Astri Nur Faizah, Daisuke Kobayashi, Faustus Akankperiwen Azerigyik, Ryo Matsumura, Izumi Kai, Yoshihide Maekawa, Yukiko Higa, Kentaro Itokawa, Toshinori Sasaki, Kris Cahyo Mulyatno, Sri Subekti, Maria Inge Lusida, Etik Ainun Rohmah, Yasuko Mori, Yusuf Ozbel, Chizu Sanjoba, Tran Vu Phong, Tran Cong Tu, Shinji Kasai, Kyoko Sawabe and Haruhiko Isawa

Emerging Microbes & Infections (EMI), 14(1)
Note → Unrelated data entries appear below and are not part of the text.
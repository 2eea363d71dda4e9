"""Least-variance coefficients of any operator for circuits whose shots are already fixed."""

from collections.abc import Sequence
from copy import copy
from dataclasses import dataclass
from typing import Any

import numpy as np
from numpy.typing import NDArray

from fragkit.planning import OperatorSpace, WhitenedDesign, no_shifts, sector_shifts

Array = NDArray[np.float64]


@dataclass(frozen=True, eq=False)
class Combination:
    """Coefficients (K, n² + n) of one operator, the constant that goes with them, and what they cannot reproduce.

    `missing` are the operator rows outside the span, `relative` their size over the operator's.
    """

    coefficients: Array
    constant: float
    missing: Array
    relative: float


class FixedShots:
    """Rotations with covariances and shots, ready to give the least-variance coefficients of operators one by one.

    With M = Σ_m N_m A_m C_m⁻¹ A_mᵀ and rows t of the operator, c_m = N_m C_m⁻¹ A_mᵀ M⁻¹ t minimises the variance
    Σ_m c_mᵀ C_m c_m / N_m under Σ_m A_m c_m = t (Gauss and Markov; Aitken 1935).
    """

    def __init__(
        self,
        rotations: Array,
        covariances: Sequence[Array] | Array,
        shots: NDArray[Any],
        electrons: tuple[int, int],
        *,
        shifts: bool,
    ) -> None:
        n = rotations.shape[1]
        self.space = OperatorSpace(n)
        self.shifts = sector_shifts(self.space, electrons) if shifts else no_shifts(self.space)
        self._design = WhitenedDesign(self.space, rotations, list(covariances), np.zeros(self.space.size), self.shifts)
        self._rotations = rotations
        self._shares = shots / np.sum(shots)
        self._information = self._design.unit.information(self._shares)

    def with_shots(self, shots: NDArray[Any]) -> "FixedShots":
        """The same circuits and covariances with other shots."""
        other = copy(self)
        other._shares = shots / np.sum(shots)
        other._information = self._design.unit.information(other._shares)
        return other

    def slopes(self, rows: Array) -> Array:
        """(K,) φ_m = νᵀ A_m C_m⁻¹ A_mᵀ ν of an operator: minus the derivative of its variance by the shares."""
        design = self._design
        response = design.unit.matrix.T @ self._information.inverse(design.from_rows(rows))
        return np.array([response[block] @ response[block] for block in design.unit.blocks])

    def combination(self, rows: Array) -> Combination:
        """Coefficients for the operator with these rows of `OperatorSpace`."""
        design, size = self._design, float(np.linalg.norm(rows))
        coefficients = np.zeros((design.unit.count, design.whiteners[0].shape[0]))
        left, previous = self.shifts.project(rows), np.inf
        # Repeated because M is ill-conditioned: each pass removes most of what rounding left.
        for _ in range(6):
            now = float(np.linalg.norm(left))
            if now <= 1e-14 * size or now > 0.5 * previous:
                break
            previous = now
            dual = self._information.inverse(design.from_rows(left))
            coefficients = coefficients + design.coefficients(self._shares, dual)
            coefficients = coefficients + design.free_part(self.shifts.project(self._left(rows, coefficients)))
            left = self.shifts.project(self._left(rows, coefficients))
        missing, constant = self.shifts.split(self._left(rows, coefficients))
        return Combination(coefficients, constant, missing, float(np.linalg.norm(missing)) / size if size else 0.0)

    def _left(self, rows: Array, coefficients: Array) -> Array:
        return rows - self.space.apply(self._design.columns, self._rotations, coefficients)
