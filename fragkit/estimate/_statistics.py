"""Means of circuits joined into one number with an error bar that holds with few shots."""

from collections.abc import Sequence
from dataclasses import dataclass

import numpy as np
from numpy.typing import NDArray
from scipy import stats

Array = NDArray[np.float64]

PLAN_WEIGHT = 8.0
"""Degrees of freedom given to the plan's predicted variance: trusted to within a factor of about two."""


@dataclass(frozen=True)
class Sample:
    """Moments of one circuit's values: mean, unbiased variance, central fourth moment, number of shots."""

    mean: float
    variance: float
    fourth: float
    shots: int

    @classmethod
    def of(cls, values: Array, numbers: NDArray[np.int64]) -> "Sample":
        """Moments of `values`, each of which occurred `numbers` times."""
        shots = int(np.sum(numbers))
        weights = numbers / shots
        mean = float(weights @ values)
        squares = (values - mean) ** 2
        second = float(weights @ squares)
        variance = second * shots / (shots - 1) if shots > 1 else 0.0
        return cls(mean, variance, float(weights @ squares**2), shots)

    def scaled(self, factor: float) -> "Sample":
        """Moments of the values times `factor`."""
        return Sample(self.mean * factor, self.variance * factor**2, self.fourth * factor**4, self.shots)

    @property
    def error_of_variance(self) -> float:
        """Standard error of `variance`, from the fourth moment."""
        return float(np.sqrt(max(self.fourth - self.variance**2, 0.0) / self.shots))


@dataclass(frozen=True)
class ErrorBar:
    """Variance of a sum of circuit means, and the degrees of freedom that the variance is known with."""

    variance: float
    degrees_of_freedom: float

    @property
    def standard_error(self) -> float:
        """Square root of the variance."""
        return float(np.sqrt(self.variance))

    def half_width(self, confidence: float) -> float:
        """Half of the central interval of this confidence, by Student's t distribution."""
        if self.variance == 0.0:
            return 0.0
        return float(stats.t.ppf(0.5 + 0.5 * confidence, self.degrees_of_freedom)) * self.standard_error


def error_bar(
    samples: Sequence[Sample],
    predicted: Array,
    *,
    missed: Sequence[float] | None = None,
    extra: Sequence[tuple[float, float]] = (),
) -> ErrorBar:
    """Error bar of the sum of the samples' means.

    The observed variance V = Σ s²/N is known with ν = 2V²/Var(V) degrees of freedom, where Var(V) comes from the
    fourth moments (Welch and Satterthwaite's rule is the case of normal values). Where that is little, as with few
    shots and rare outcomes, V is averaged with the variance that the plan predicted, which counts as `PLAN_WEIGHT`
    degrees of freedom; but the result is never below what was observed. `missed` is variance of one shot that was not
    seen (see `missed_variance`) and counts as a prediction. `extra` are other independent contributions (variance,
    degrees of freedom).
    """
    observed = expected = uncertainty = 0.0
    lacked = []
    unseen = [0.0] * len(samples) if missed is None else missed
    for sample, deviation, lacking in zip(samples, predicted, unseen, strict=True):
        expectation = deviation**2 / sample.shots
        # One shot shows no deviation; then the plan's is all there is.
        variance = sample.variance / sample.shots if sample.shots > 1 else expectation
        spread = sample.error_of_variance / sample.shots if sample.shots > 1 else np.sqrt(2.0) * expectation
        observed, expected, uncertainty = observed + variance, expected + expectation, uncertainty + spread**2
        lacked.append(lacking / sample.shots)
    if any(lacked):
        # Σ s²/N is right on average, misses included, and over many circuits that is enough: what n circuits lack in
        # equal parts counts as 1/n of it.
        added = sum(x**2 for x in lacked) / sum(lacked)
        observed, uncertainty = observed + added, uncertainty + 2.0 / PLAN_WEIGHT * added**2
    # At most as many degrees of freedom as a double can tell from infinity here.
    freedom = min(2.0 * observed**2 / uncertainty, 1e9) if uncertainty > 0.0 else (1e9 if observed > 0.0 else 0.0)
    joined = (freedom * observed + PLAN_WEIGHT * expected) / (freedom + PLAN_WEIGHT)
    parts = [(max(observed, joined), freedom + PLAN_WEIGHT), *extra]
    total = sum(variance for variance, _ in parts)
    if total == 0.0:
        return ErrorBar(0.0, freedom + PLAN_WEIGHT)
    return ErrorBar(total, total**2 / sum(variance**2 / nu for variance, nu in parts))
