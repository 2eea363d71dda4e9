"""The verb `estimate`: energy and error bar from the counts of a plan."""

from collections.abc import Sequence

import numpy as np
from numpy.typing import NDArray

from fragkit.core import Fragment, InputError, MismatchError, as_positive, frozen
from fragkit.estimate._combine import Combined, Part, calibration_gradients, combine
from fragkit.estimate._consistency import OccupationFit, check_reading
from fragkit.estimate._correction import Correction
from fragkit.estimate._counts import Counts
from fragkit.estimate._estimate import Estimate
from fragkit.estimate._missing import check_complete
from fragkit.estimate._readout import ReadoutErrors
from fragkit.estimate._sector import check_every_circuit_keeps_shots, check_sector
from fragkit.estimate._statistics import Sample
from fragkit.planning import Plan

Array = NDArray[np.float64]

_DOUBTFUL = 1e-4
"""Chance below which a disagreement is reported: rare enough to be silent over hundreds of honest runs."""


def estimate(
    plan: Plan,
    counts: Counts,
    *,
    post_select: bool | None = None,
    readout: ReadoutErrors | None = None,
    confidence: float = 0.95,
    least_kept: float | None = None,
) -> Estimate:
    """Energy, standard error and confidence interval from the counts of a plan.

    The energy is the plan's constant plus, for each circuit, the mean of its fragment's value. It is unbiased
    for whatever state the device holds, within the plan's own residual. The error bar is the observed one,
    Σ s²/N. Where few shots leave that uncertain it is averaged with the prediction of the plan, never downwards,
    and the interval uses Student's t distribution (see `docs/estimation.md`).

    Parameters
    ----------
    plan
        The plan that was run.
    counts
        What the device returned, complete for all circuits.
    post_select
        Use only shots with the plan's electron numbers. By default this is done for plans that are exact only
        there (`plan.sector_exact`).
    readout
        Readout errors to correct for. All shots are used then: discarding shots by their misread electron numbers
        would leave errors that are no longer independent. The state's own electron numbers are checked instead.
    confidence
        Probability of the interval.
    least_kept
        Smallest fraction of shots that must have the plan's electron numbers: one half, or 0 with `readout`.

    Raises
    ------
    MismatchError
        If the counts belong to another plan.
    InputError
        If a circuit has no shots, most shots have impossible electron numbers, the occupations show that the bits
        were read in a wrong order, or post-selection and readout correction are asked for together.

    Examples
    --------
    >>> import numpy as np
    >>> from fragkit.core import Fragment
    >>> from fragkit.planning import Plan
    >>> fragment = Fragment.one_body(np.eye(2), [-1.0, 0.5])
    >>> plan = Plan((fragment,), 0.25, [100], [0.45], (1, 1), "digest", 0.0, 0.0)
    >>> counts = Counts.from_strings(
    ...     plan, {0: {"1010": 90, "1001": 10}}, bit_order="first-qubit-left", spin_order="blocked"
    ... )
    >>> estimate(plan, counts).energy
    -1.6
    """
    check_counts(plan, counts)
    return estimate_parts(
        plan,
        counts,
        [Part.of(plan, counts)],
        post_select=post_select,
        readout=readout,
        confidence=confidence,
        least_kept=least_kept,
    )


def check_counts(plan: Plan, counts: Counts) -> None:
    """Raise unless these are counts of this plan."""
    if not isinstance(counts, Counts):
        raise InputError(
            f"`counts` must be Counts (got {type(counts).__name__}); make them with Counts.from_strings, "
            "Counts.from_arrays or Counts.from_results, which ask for the bit order"
        )
    plan.check_digest(counts.plan_digest)


def estimate_parts(
    plan: Plan,
    counts: Counts,
    parts: Sequence[Part],
    *,
    post_select: bool | None,
    readout: ReadoutErrors | None,
    confidence: float,
    least_kept: float | None,
) -> Estimate:
    """The estimate from parts of `counts` with coefficients of their own; the plan gives circuits and electrons."""
    if not 0.0 < as_positive(confidence, "confidence") < 1.0:
        raise InputError(f"`confidence` must be between 0 and 1 (got {confidence})")
    check_complete(plan, counts)
    correction = None if readout is None else readout_correction(plan, readout, post_select)
    least = float(readout is None) / 2 if least_kept is None else least_kept
    kept = check_sector(counts, plan.electrons, least)
    consistency = check_reading(OccupationFit.of(plan, counts))
    select = readout is None and (plan.sector_exact if post_select is None else bool(post_select))
    if select:
        check_every_circuit_keeps_shots(counts, kept, plan.electrons)

    whole = combine(parts, plan.electrons, correction=correction)
    discards = select and bool(np.any(kept < counts.shots))
    used = combine(parts, plan.electrons, select=True) if discards else whole
    leak = None
    if correction is not None:
        leak, consistency = _sector_leak(plan, counts, correction), None
    half = used.bar.half_width(confidence)
    findings = _leak_findings(plan, leak) if leak else _findings(used, consistency)
    shots = used.shots
    shots.setflags(write=False)
    calibration = used.calibration_variance
    return Estimate(
        energy=used.value,
        standard_error=used.bar.standard_error,
        interval=(used.value - half, used.value + half),
        confidence=confidence,
        degrees_of_freedom=used.bar.degrees_of_freedom,
        constant=float(sum(part.weight * part.constant for part in parts)),
        means=frozen(used.means),
        deviations=frozen(used.deviations),
        predicted_deviations=frozen(used.predicted_deviations),
        shots=shots,
        post_selected=select,
        discarded=float(1.0 - np.sum(kept) / counts.total_shots),
        discarded_by_circuit=frozen(1.0 - kept / counts.shots),
        without_post_selection=(whole.value, whole.bar.standard_error) if discards else None,
        calibration_error=None if calibration is None else float(np.sqrt(calibration)),
        sector_leak=leak,
        consistency=consistency,
        agrees=not findings,
        message=" ".join(findings),
    )


def readout_correction(plan: Plan, readout: ReadoutErrors, post_select: bool | None) -> Correction:
    """Tables that correct for the readout errors, after checks."""
    if not isinstance(readout, ReadoutErrors):
        raise InputError(
            f"`readout` must be ReadoutErrors (got {type(readout).__name__}); make them with ReadoutErrors.known or "
            "ReadoutErrors.from_calibration"
        )
    if readout.orbitals != plan.orbitals:
        raise MismatchError(
            f"`readout` must be for {2 * plan.orbitals} qubits (got {2 * readout.orbitals}); "
            "calibrate the plan's qubits"
        )
    if post_select:
        raise InputError(
            "`post_select` must be False or left out together with `readout` (got True): among shots chosen by their "
            "misread electron numbers the errors of different qubits are no longer independent, and the correction "
            "would be wrong; use one of the two"
        )
    return Correction.of(readout)


def _sector_leak(plan: Plan, counts: Counts, correction: Correction) -> tuple[float, float]:
    """Mean and standard error of (N̂ − N)² over all circuits, corrected for readout."""
    n, total = plan.orbitals, sum(plan.electrons)
    twos = np.full((n, n), 2.0)
    number = Fragment(np.eye(n), twos, twos - np.diag(np.diag(twos)), np.full(n, 1.0 - 2.0 * total))
    mean, variance, parts = float(total**2), 0.0, []
    for m, (share, bits, numbers) in enumerate(
        zip(counts.shots / counts.total_shots, counts.bits, counts.numbers, strict=True)
    ):
        sample = Sample.of(correction.values(number, bits), numbers)
        mean += share * sample.mean
        variance += share**2 * sample.variance / sample.shots
        only = Counts((counts.bits[m],), (counts.numbers[m],), counts.plan_digest, counts.batches)
        parts.append(Part((number,), 0.0, np.zeros(1), only, float(share)))
    return mean, float(np.sqrt(variance + correction.variance(calibration_gradients(parts, correction))))


def _leak_findings(plan: Plan, leak: tuple[float, float]) -> list[str]:
    mean, error = leak
    if abs(mean) <= 4.0 * error:
        return []
    if mean < 0.0:
        return [
            f"After readout correction (N - {sum(plan.electrons)})^2 is {mean:.3g} +- {error:.2g}, which no state has: "
            "the readout errors are not those of the calibration, or are correlated."
        ]
    consequence = (
        "the plan is exact only at the right electron numbers, so the energy is biased"
        if plan.sector_exact
        else "the energy is that of a state with other electron numbers mixed in"
    )
    return [
        f"After readout correction (N - {sum(plan.electrons)})^2 is {mean:.3g} +- {error:.2g} instead of 0: electrons "
        f"are lost or gained before the readout, or the calibration is wrong; {consequence}."
    ]


def _findings(used: Combined, consistency: float | None) -> list[str]:
    """Sentences about what does not fit, empty if all does."""
    findings = []
    samples = [sample for part in used.samples for sample in part]
    observed = np.sqrt(np.sum(used.deviations**2 / used.shots))
    expected = np.sqrt(np.sum(used.predicted_deviations**2 / used.shots))
    spread = np.sqrt(sum((s.error_of_variance / s.shots) ** 2 for s in samples))
    # Differences within 10 % in the error bar are of no consequence, however significant.
    if abs(observed**2 - expected**2) > 4.0 * spread and not 0.9 < observed / max(expected, 1e-300) < 1.1:
        if observed > expected:
            cause = "the device's state is noisier than the reference, or another one"
        else:
            cause = "the device's state is closer to an eigenstate than the reference"
        findings.append(
            f"The observed error is {observed / max(expected, 1e-300):.3g} times the predicted one: {cause}; the "
            "error bar is the observed one."
        )
    if consistency is not None and consistency < _DOUBTFUL:
        findings.append(
            f"The circuits do not fit one state (p = {consistency:.1g}): readout errors that differ between "
            "qubits, drift between circuits, or circuits in another order."
        )
    return findings
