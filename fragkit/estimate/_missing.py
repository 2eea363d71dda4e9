"""Circuits without shots: what the energy would lack."""

from math import comb

import numpy as np

from fragkit.core import Fragment, InputError
from fragkit.estimate._counts import Counts
from fragkit.estimate._rare import MOST_DETERMINANTS, determinants
from fragkit.planning import Plan


def check_complete(plan: Plan, counts: Counts) -> None:
    """Raise `InputError` unless every circuit has shots, saying what each missing one could contribute."""
    missing = np.flatnonzero(counts.shots == 0)
    if not len(missing):
        return
    lines = []
    for m in missing[:8]:
        low, high = value_range(plan.fragments[m], plan.electrons)
        lines.append(f"circuit {m} contributes between {low:.4f} and {high:.4f} Ha")
    more = f" and {len(missing) - 8} more" if len(missing) > 8 else ""
    raise InputError(
        f"every circuit of the plan must have shots (got none for {len(missing)} of {len(plan)}: "
        f"{'; '.join(lines)}{more}); the energy is the sum over all circuits, so run the missing ones and merge"
    )


def value_range(fragment: Fragment, electrons: tuple[int, int]) -> tuple[float, float]:
    """Bounds in hartree on a fragment's value in any state of these electron numbers.

    The exact extremes where the determinants can be listed, bounds term by term otherwise.

    >>> value_range(Fragment.one_body(np.eye(3), [-1.0, 0.0, 2.0]), (1, 1))
    (-2.0, 4.0)
    """
    n, (alpha, beta) = fragment.orbitals, electrons
    if comb(n, alpha) * comb(n, beta) <= MOST_DETERMINANTS:
        values = fragment.values(determinants(n, electrons))
        return float(np.min(values)), float(np.max(values))
    # No feature is above 2.
    coefficients = fragment.coefficients
    return 2.0 * float(np.sum(np.minimum(coefficients, 0.0))), 2.0 * float(np.sum(np.maximum(coefficients, 0.0)))
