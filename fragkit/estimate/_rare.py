"""Rare outcomes that few shots did not show, but that the plan's predicted deviation speaks of."""

from functools import lru_cache
from itertools import combinations
from math import comb

import numpy as np
from numpy.typing import NDArray

from fragkit.core import Fragment
from fragkit.estimate._statistics import Sample

Array = NDArray[np.float64]
Bits = NDArray[np.uint8]

MOST_DETERMINANTS = 20_000
"""Largest number of determinants that are listed to look for outcomes that were not seen."""


def missed_variance(
    fragment: Fragment, bits: Bits, sample: Sample, predicted: float, electrons: tuple[int, int]
) -> float | None:
    """Variance of one shot, in hartree², that outcomes which were not seen may add; None if prediction and data agree.

    An observed variance far below the predicted one means that the state is quieter than the reference, or that the
    shots missed rare outcomes of large value. An outcome at distance Δ from the mean has probability L/Δ² if it is to
    supply what lacks, L = σ² − s². N shots can miss it if N L/Δ² is at most 3 (5 % chance). If there is such an
    outcome among the determinants, what lacks is added; if not, the prediction was wrong and nothing is. An outcome
    that is expected λ < 1 times counts with λ: as long as it is not seen the mean is off by λΔ/N, the square of which
    is λ times its part of the variance of the mean.
    """
    if sample.shots < 2 or predicted == 0.0:
        return None
    kurtosis = max(sample.fourth / sample.variance**2 if sample.variance > 0.0 else 3.0, 3.0)
    chance = 1.0 - 2.5 * np.sqrt((kurtosis - 1.0) / sample.shots)
    if sample.variance >= max(chance, 0.25) * predicted**2:
        return None
    lack = predicted**2 - sample.variance
    n = fragment.orbitals
    if comb(n, electrons[0]) * comb(n, electrons[1]) > MOST_DETERMINANTS:
        return lack
    listed = determinants(n, electrons)
    powers = 2.0 ** np.arange(2 * n)
    unseen = listed[~np.isin(listed @ powers, bits @ powers)]
    expected = sample.shots * lack / np.maximum((fragment.values(unseen) - sample.mean) ** 2, 1e-300)
    possible = expected[expected <= 3.0]
    return lack * min(1.0, float(np.max(possible, initial=0.0)))


@lru_cache(maxsize=8)
def determinants(orbitals: int, electrons: tuple[int, int]) -> Bits:
    """All rows of bits (determinants, 2n) with these electron numbers, read-only."""
    sides = []
    for count in electrons:
        rows = np.zeros((comb(orbitals, count), orbitals), dtype=np.uint8)
        for row, occupied in enumerate(combinations(range(orbitals), count)):
            rows[row, list(occupied)] = 1
        sides.append(rows)
    alpha, beta = sides
    rows = np.concatenate([np.repeat(alpha, len(beta), axis=0), np.tile(beta, (len(alpha), 1))], axis=1)
    rows.setflags(write=False)
    return rows
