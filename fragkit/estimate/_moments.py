"""What counts say about the state: density matrix, and covariances of the features that a plan can be chosen with."""

import numpy as np
from numpy.typing import NDArray

from fragkit.core import evaluate_features, pair_indices
from fragkit.estimate._counts import Counts
from fragkit.estimate._fitted_vector import can_fit_vector, fitted_state
from fragkit.estimate._sector import check_sector, in_sector
from fragkit.planning import Plan
from fragkit.states import GaussianState, ReferenceState, mixture

Array = NDArray[np.float64]

MODEL_SHOTS = 1000.0
"""Weight of the model in the covariances, in shots: outcomes rarer than one in so many are the model's business."""

MODEL_NOISE = 2e-3
"""Depolarisation mixed into an uncorrelated model, which bounds the coefficients."""

VECTOR_NOISE = 5e-4
"""The same for a model fitted to all counts, which is nearer to the state."""


def selected(counts: Counts, electrons: tuple[int, int]) -> Counts:
    """Only the shots with these electron numbers."""
    keep = [in_sector(bits, electrons) for bits in counts.bits]
    return Counts(
        tuple(bits[k] for bits, k in zip(counts.bits, keep, strict=True)),
        tuple(numbers[k] for numbers, k in zip(counts.numbers, keep, strict=True)),
        counts.plan_digest,
        counts.batches,
    )


def measured_density(plan: Plan, counts: Counts) -> tuple[Array, Array]:
    """One-particle density matrices (n, n) of both spins that fit the occupations best, eigenvalues in 0 … 1.

    Weighted least squares over all circuits; directions that no circuit sees are those of the uniform state. The
    eigenvalues are shifted and clipped to the right number of electrons. Equal electron numbers share one matrix.
    """
    n = plan.orbitals
    p, q = pair_indices(n)
    rows, values = [], []
    for fragment, bits, numbers in zip(plan.fragments, counts.bits, counts.numbers, strict=True):
        shots = int(np.sum(numbers))
        if not shots:
            continue
        means = ((numbers / shots) @ bits).reshape(2, n)
        u = fragment.rotation
        rows.append(np.sqrt(shots) * (u[p] * u[q] * np.where(p == q, 1.0, 2.0)[:, None]).T)
        values.append(np.sqrt(shots) * means)
    design = np.concatenate(rows)
    result = []
    for spin, electrons in enumerate(plan.electrons):
        target = np.concatenate([v[spin] for v in values])
        if plan.electrons[0] == plan.electrons[1]:
            target = np.concatenate([v.mean(axis=0) for v in values])
        start = np.where(p == q, electrons / n, 0.0)
        solution = start + np.linalg.lstsq(design, target - design @ start, rcond=1e-9)[0]
        matrix = np.zeros((n, n))
        matrix[p, q] = matrix[q, p] = solution
        result.append(_with_electrons(matrix, electrons))
    return result[0], result[1]


def model_state(plan: Plan, counts: Counts, reference: ReferenceState | None) -> ReferenceState:
    """The smooth state that covariances are shrunk towards, with a little noise.

    Where the sector is small against the number of shots it is the CI vector that fits all counts best; elsewhere the
    uncorrelated state with the measured density matrix. With a reference, both count in equal parts.
    """
    density, noise = measured_density(plan, counts), MODEL_NOISE
    # Shots outside the sector stay in where readout is corrected; a vector of the sector cannot have them.
    inside = selected(counts, plan.electrons)
    if can_fit_vector(plan, inside):
        model, noise = fitted_state(plan, inside, density), VECTOR_NOISE
    else:
        model = GaussianState(*density, hamiltonian_digest=plan.hamiltonian_digest)
    parts = [(1.0, model)] if reference is None else [(0.5, model), (0.5, reference)]
    return mixture(parts).with_noise(noise)


def measured_state(plan: Plan, counts: Counts, *, reference: ReferenceState | None = None) -> ReferenceState:
    """A reference state made from counts, to plan with: new rotations, coefficients and shots for the measured state.

    Where the sector is small against the number of shots (at most 5,000 determinants, ten shots for each) it is the
    noisy CI vector that fits all counts best, elsewhere the uncorrelated state with the measured one-particle density
    matrices; or that and `reference` in equal parts. A little noise is mixed in. Shots with other electron numbers
    than the plan's are left out.

    Raises
    ------
    MismatchError
        If the counts belong to another plan.
    InputError
        If most shots have other electron numbers than the plan.
    """
    plan.check_digest(counts.plan_digest)
    check_sector(counts, plan.electrons, 0.5)
    return model_state(plan, selected(counts, plan.electrons), reference)


def shrunk_covariances(plan: Plan, counts: Counts, model: ReferenceState) -> Array:
    """Covariances (K, n² + n, n² + n) of the features in each circuit: observed, with `MODEL_SHOTS` of the model."""
    result = []
    for fragment, bits, numbers in zip(plan.fragments, counts.bits, counts.numbers, strict=True):
        expected = model.moments(fragment.rotation)[1]
        shots = int(np.sum(numbers))
        if shots:
            features = evaluate_features(bits)
            weights = numbers / shots
            off = features - weights @ features
            observed = (off * weights[:, None]).T @ off
            expected = (shots * observed + MODEL_SHOTS * expected) / (shots + MODEL_SHOTS)
        result.append(expected)
    return np.array(result)


def _with_electrons(matrix: Array, electrons: int) -> Array:
    """Nearest matrix with eigenvalues in 0 … 1 and the given trace: shift and clip, the shift by bisection."""
    values, vectors = np.linalg.eigh(matrix)
    low, high = -1.0 - float(np.max(np.abs(values))), 1.0 + float(np.max(np.abs(values)))
    for _ in range(200):
        middle = 0.5 * (low + high)
        if np.sum(np.clip(values + middle, 0.0, 1.0)) > electrons:
            high = middle
        else:
            low = middle
    clipped = np.clip(values + 0.5 * (low + high), 0.0, 1.0)
    return (vectors * clipped) @ vectors.T
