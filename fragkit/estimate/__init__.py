"""Counts in; energies and other observables with error bars out."""

from fragkit.estimate._counts import Counts as Counts
from fragkit.estimate._estimate import Estimate as Estimate
from fragkit.estimate._estimate import estimate as estimate
from fragkit.estimate._readout import ReadoutErrors as ReadoutErrors
from fragkit.estimate._simulate import simulate as simulate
2022年、オーストラリアで突如として日本脳炎ウイルス(JEV)遺伝子型IV型(GIV)のアウトブレイクが発生した。JEV GIVはこれまでインドネシアからのみ報告されていたマイナーな遺伝子型であったため、その媒介蚊を含めたウイルス性状に関する情報は限られてきた。そこで私たちは、独自に分離したJEV GIV株を用いて、ウイルス媒介蚊種の調査を行った。その結果、日本産の蚊種(コガタアカイエカ、ヒトスジシマカ)に加え、JEVの非流行地であるベトナム(ネッタイイエカ)やトルコ(チカイエカ)由来の蚊においても、JEV GIVの媒介性が確認された。このことから、本遺伝子型のJEVが、非流行地に持ち込まれた場合であっても、それらの地域に分布する様々な蚊種が流行を担う可能性があることが示唆された。

本研究は、AMEDやJICAの支援を受け、東大・神戸大、およびインドネシア・ベトナム・トルコ各国の研究機関との国際共同研究として実施されました。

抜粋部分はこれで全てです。